INVESTORS AND SECURITY HOLDERS OF A&P AND PATHMARK ARE URGED TO READ THE JOINT
PROXY STATEMENT/PROSPECTUS AND THE OTHER RELEVANT MATERIALS WHEN THEY BECOME
AVAILABLE BECAUSE THEY WILL CONTAIN IMPORTANT INFORMATION ABOUT A&P, PATHMARK
AND THE MERGER. The registration statement and joint proxy statement/prospectus
and other relevant materials (when they become available), and any other
documents filed by A&P and Pathmark with the SEC, may be obtained free of charge
at the SEC's web site at www.sec.gov. In addition, investors and security
holders may obtain free copies of the documents (when they are available) filed
with the SEC by A&P by directing a request to: The Great Atlantic & Pacific Tea
Company, Inc., 2 Paragon Drive, Montvale, NJ 07645, Attn: Investor Relations.

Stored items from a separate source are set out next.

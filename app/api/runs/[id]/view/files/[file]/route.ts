import { handler } from '@/lib/api/handler';
import { fileParamsSchema } from '@/lib/desk/schemas';
import { loadRunForViewing } from '@/lib/runs/load-run-for-viewing';
import { storedFileResponse } from '@/lib/storage/respond';
import { AppError } from '@/lib/errors';

// GET /api/runs/:id/view/files/:file – a run's maps or mean image for the read-only run view (the study's leads and observers)
export const GET = handler({ permission: 'runs.read', params: fileParamsSchema, what: 'The file' }, async ({ user, params }) => {
  const loaded = await loadRunForViewing({ user, runId: params.id });
  if (!loaded) throw new AppError('not_found', `Run ${params.id} is not a ready run of a study you lead or observe.`);
  const { run, files } = loaded;
  const key = files[params.file];
  if (!key) throw new AppError('not_found', `Run ${params.id} has no ${params.file}; its decomposition did not write it.`);
  return storedFileResponse(key, {
    name: params.file,
    etag: `d${run.decompositionId}-${params.file}-${key.replace(/[^a-z0-9]/gi, '').slice(-12)}`, // a new structural upload is a new key
    cache: 'private-day', // the address carries the decomposition id (?d=…): a new decomposition is a new address
    missing: `The ${params.file} of run ${params.id} is missing from storage. Ask the facility admin to check the uploads folder.`,
  });
});
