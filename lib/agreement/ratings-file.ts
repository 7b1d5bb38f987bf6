import { AgreementError } from './errors';
import type { Vote } from './table';

export type RatingsFileFormat = 'csv' | 'tsv';

/**
 * Splits delimited text into rows. CSV follows RFC 4180 (fields in double quotes may hold the
 * delimiter, newlines and doubled quotes); TSV is split on tabs without quoting (the IANA
 * text/tab-separated-values convention). Lines may end in LF or CRLF; blank lines are skipped.
 */
export function parseDelimited(text: string, format: RatingsFileFormat): string[][] {
  const body = text.charCodeAt(0) === 0xfeff ? text.slice(1) : text;
  if (format === 'tsv') {
    return body.split(/\r?\n/).filter((l) => l.trim() !== '').map((l) => l.split('\t'));
  }
  const rows: string[][] = [];
  let row: string[] = [];
  let field = '';
  let quoted = false;
  for (let i = 0; i < body.length; i++) {
    const ch = body[i];
    if (quoted) {
      if (ch === '"' && body[i + 1] === '"') { field += '"'; i++; }
      else if (ch === '"') quoted = false;
      else field += ch;
    } else if (ch === '"' && field === '') quoted = true;
    else if (ch === ',') { row.push(field); field = ''; }
    else if (ch === '\n' || ch === '\r') {
      if (ch === '\r' && body[i + 1] === '\n') i++;
      row.push(field);
      if (row.some((f) => f.trim() !== '')) rows.push(row);
      row = [];
      field = '';
    } else field += ch;
  }
  if (quoted) throw new AgreementError('bad_input', 'unterminated quoted field in CSV');
  row.push(field);
  if (row.some((f) => f.trim() !== '')) rows.push(row);
  return rows;
}

/** CSV or TSV from the file name (.csv / .tsv / .tab), else from the header line (a tab means TSV). */
export function detectFormat(fileName: string, text: string): RatingsFileFormat {
  const lower = fileName.toLowerCase();
  if (lower.endsWith('.tsv') || lower.endsWith('.tab')) return 'tsv';
  if (lower.endsWith('.csv')) return 'csv';
  const first = text.split(/\r?\n/, 1)[0] ?? '';
  return first.includes('\t') ? 'tsv' : 'csv';
}

/**
 * Long-format ratings (columns item, rater, label; header names case-insensitive, any order,
 * other columns ignored) → votes and the labels in order of first appearance. An empty label is a
 * missing vote; so is an absent row.
 */
export function parseRatingsText(text: string, format: RatingsFileFormat): { votes: Vote[]; labels: string[] } {
  const rows = parseDelimited(text, format);
  if (rows.length === 0) throw new AgreementError('bad_input', 'the file is empty');
  const head = rows[0].map((h) => h.trim().toLowerCase());
  const col = (name: string) => {
    const j = head.indexOf(name);
    if (j < 0) throw new AgreementError('bad_input', `missing column "${name}" (header has: ${head.join(', ')})`);
    return j;
  };
  const ji = col('item');
  const jr = col('rater');
  const jl = col('label');
  const votes: Vote[] = [];
  const labels: string[] = [];
  for (let t = 1; t < rows.length; t++) {
    const r = rows[t];
    const item = (r[ji] ?? '').trim();
    const rater = (r[jr] ?? '').trim();
    const label = (r[jl] ?? '').trim();
    if (!item || !rater) throw new AgreementError('bad_input', `line ${t + 1}: item and rater must not be empty`);
    if (label && !labels.includes(label)) labels.push(label);
    votes.push({ item, rater, label: label || null });
  }
  return { votes, labels };
}
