import { AgreementError } from './errors';
import { createRng } from '@/lib/random';
import type { StatResult } from './result';
import type { ItemSelection, RatingsTable } from './table';

export type BootstrapOptions = {
  /** Number of resamples (default 1000). */
  resamples?: number;
  /** PRNG seed (default 1). */
  seed?: number;
  /** Coverage of the interval (default 0.95). */
  level?: number;
};

/**
 * A percentile bootstrap interval. `used` resamples gave a defined value; `skipped` were
 * degenerate (e.g. a single category in the resample, κ undefined) and left out.
 */
export type ConfidenceInterval = {
  lower: number | null;
  upper: number | null;
  level: number;
  resamples: number;
  used: number;
  skipped: number;
  seed: number;
  reason?: string;
};

/** Evaluates a statistic on the items idx[0..len); returns null when it is undefined there. */
export type ResampleEvaluator = (idx: Int32Array, len: number) => number | null;

export const DEFAULT_RESAMPLES = 1000;
export const DEFAULT_SEED = 1;

function options(opts: BootstrapOptions | undefined) {
  const resamples = opts?.resamples ?? DEFAULT_RESAMPLES;
  const seed = opts?.seed ?? DEFAULT_SEED;
  const level = opts?.level ?? 0.95;
  if (!Number.isInteger(resamples) || resamples < 1)
    throw new AgreementError('bad_input', `bootstrap resamples must be a positive integer, got ${resamples}`);
  if (!Number.isFinite(seed)) throw new AgreementError('bad_input', `bootstrap seed must be a number, got ${seed}`);
  if (!(level > 0 && level < 1)) throw new AgreementError('bad_input', `interval level must be in (0, 1), got ${level}`);
  return { resamples, seed, level };
}

/** Quantile of sorted values x[0..n), linear interpolation between order statistics (Hyndman & Fan 1996, type 7). */
export function quantileSorted(x: Float64Array, n: number, p: number): number {
  const h = (n - 1) * p;
  const lo = Math.floor(h);
  const hi = Math.min(lo + 1, n - 1);
  return x[lo] + (h - lo) * (x[hi] - x[lo]);
}

function interval(values: Float64Array, used: number, resamples: number, seed: number, level: number): ConfidenceInterval {
  const skipped = resamples - used;
  if (used === 0) {
    return { lower: null, upper: null, level, resamples, used, skipped, seed, reason: 'the statistic was undefined in every resample' };
  }
  const sorted = values.subarray(0, used).sort();
  const tail = (1 - level) / 2;
  return {
    lower: quantileSorted(sorted, used, tail),
    upper: quantileSorted(sorted, used, 1 - tail),
    level,
    resamples,
    used,
    skipped,
    seed,
  };
}

/**
 * Seeded percentile bootstrap over items (Efron & Tibshirani 1993, ch. 13) of several statistics at
 * once: each resample draws n item indices with replacement, `evaluate(idx, n, out)` writes one
 * value per statistic into `out` (NaN = undefined in this resample, which is then skipped for that
 * statistic), and each interval is the (1 − level)/2 and (1 + level)/2 quantiles of its defined
 * values. Buffers are allocated once; `evaluate` must not keep `idx` or `out`.
 */
export function bootstrapVector(
  nItems: number,
  nStats: number,
  evaluate: (idx: Int32Array, len: number, out: Float64Array) => void,
  opts?: BootstrapOptions,
): ConfidenceInterval[] {
  const { resamples, seed, level } = options(opts);
  if (nItems < 1) {
    return Array.from({ length: nStats }, () => ({
      lower: null,
      upper: null,
      level,
      resamples,
      used: 0,
      skipped: resamples,
      seed,
      reason: 'no items',
    }));
  }
  const rng = createRng(seed, 'golden-xor'); // the scheme released intervals were computed with
  const idx = new Int32Array(nItems);
  const row = new Float64Array(nStats);
  const values = Array.from({ length: nStats }, () => new Float64Array(resamples));
  const used = new Int32Array(nStats);
  for (let b = 0; b < resamples; b++) {
    for (let s = 0; s < nItems; s++) idx[s] = rng.int(nItems);
    row.fill(NaN);
    evaluate(idx, nItems, row);
    for (let f = 0; f < nStats; f++) if (Number.isFinite(row[f])) values[f][used[f]++] = row[f];
  }
  return values.map((v, f) => interval(v, used[f], resamples, seed, level));
}

/** Like bootstrapVector, with one named evaluator per statistic (all see the same resamples). */
export function bootstrapMany<K extends string>(
  nItems: number,
  evaluators: Record<K, ResampleEvaluator>,
  opts?: BootstrapOptions,
): Record<K, ConfidenceInterval> {
  const names = Object.keys(evaluators) as K[];
  const fns = names.map((name) => evaluators[name]);
  const cis = bootstrapVector(
    nItems,
    names.length,
    (idx, len, out) => {
      for (let f = 0; f < fns.length; f++) {
        const v = fns[f](idx, len);
        out[f] = v === null ? NaN : v;
      }
    },
    opts,
  );
  const res = {} as Record<K, ConfidenceInterval>;
  names.forEach((name, f) => (res[name] = cis[f]));
  return res;
}

/** Bootstrap interval of one statistic given as an evaluator over resampled item indices. */
export function bootstrapCI(nItems: number, evaluate: ResampleEvaluator, opts?: BootstrapOptions): ConfidenceInterval {
  return bootstrapMany(nItems, { stat: evaluate }, opts).stat;
}

/**
 * Bootstrap interval of any table statistic that accepts an item selection, e.g.
 * `bootstrapTableStat(table, (t, sel) => cohenKappa(t, 'ana', 'ben', sel))`. Convenient, not the
 * fastest path (studyAgreement uses allocation-free kernels).
 */
export function bootstrapTableStat(
  table: RatingsTable,
  stat: (table: RatingsTable, sel: ItemSelection) => StatResult,
  opts?: BootstrapOptions,
): ConfidenceInterval {
  return bootstrapCI(table.nItems, (idx) => stat(table, { items: idx }).value, opts);
}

Investors and security holders may obtain free copies of the documents filed
with the SEC by Pathmark by contacting Pathmark Stores, Inc., 200 Milik Street,
Carteret, NJ 07008, Attn. Investor Relations.

A&P, Pathmark and their respective executive officers and directors may be
deemed to be participants in the solicitation of proxies in connection with the
merger. Information about the executive officers and directors of Pathmark and
the number of shares of Pathmark's common stock beneficially owned by such
persons is set forth in the proxy statement for Pathmark's 2007 Annual Meeting
of Stockholders which was filed with the SEC on May 11, 2007. Information about
the executive officers and directors of A&P and the number of shares of A&P's
common stock beneficially owned by such persons is set forth in the proxy
statement for A&P's 2007 Annual Meeting of Stockholders which was filed with the
SEC on May 25, 2007. Investors may obtain additional information regarding the
direct and indirect interests of Pathmark, A&P and their respective executive
officers and directors in the merger by reading the joint proxy
statement/prospectus regarding the merger when it becomes available.

This communication shall not constitute an offer to sell or the solicitation of
an offer to sell or the solicitation of an offer to buy any securities, nor
shall there be any sale of securities in any jurisdiction in which such offer,
solicitation or sale would be unlawful prior to registration or qualification
under the securities laws of any such jurisdiction.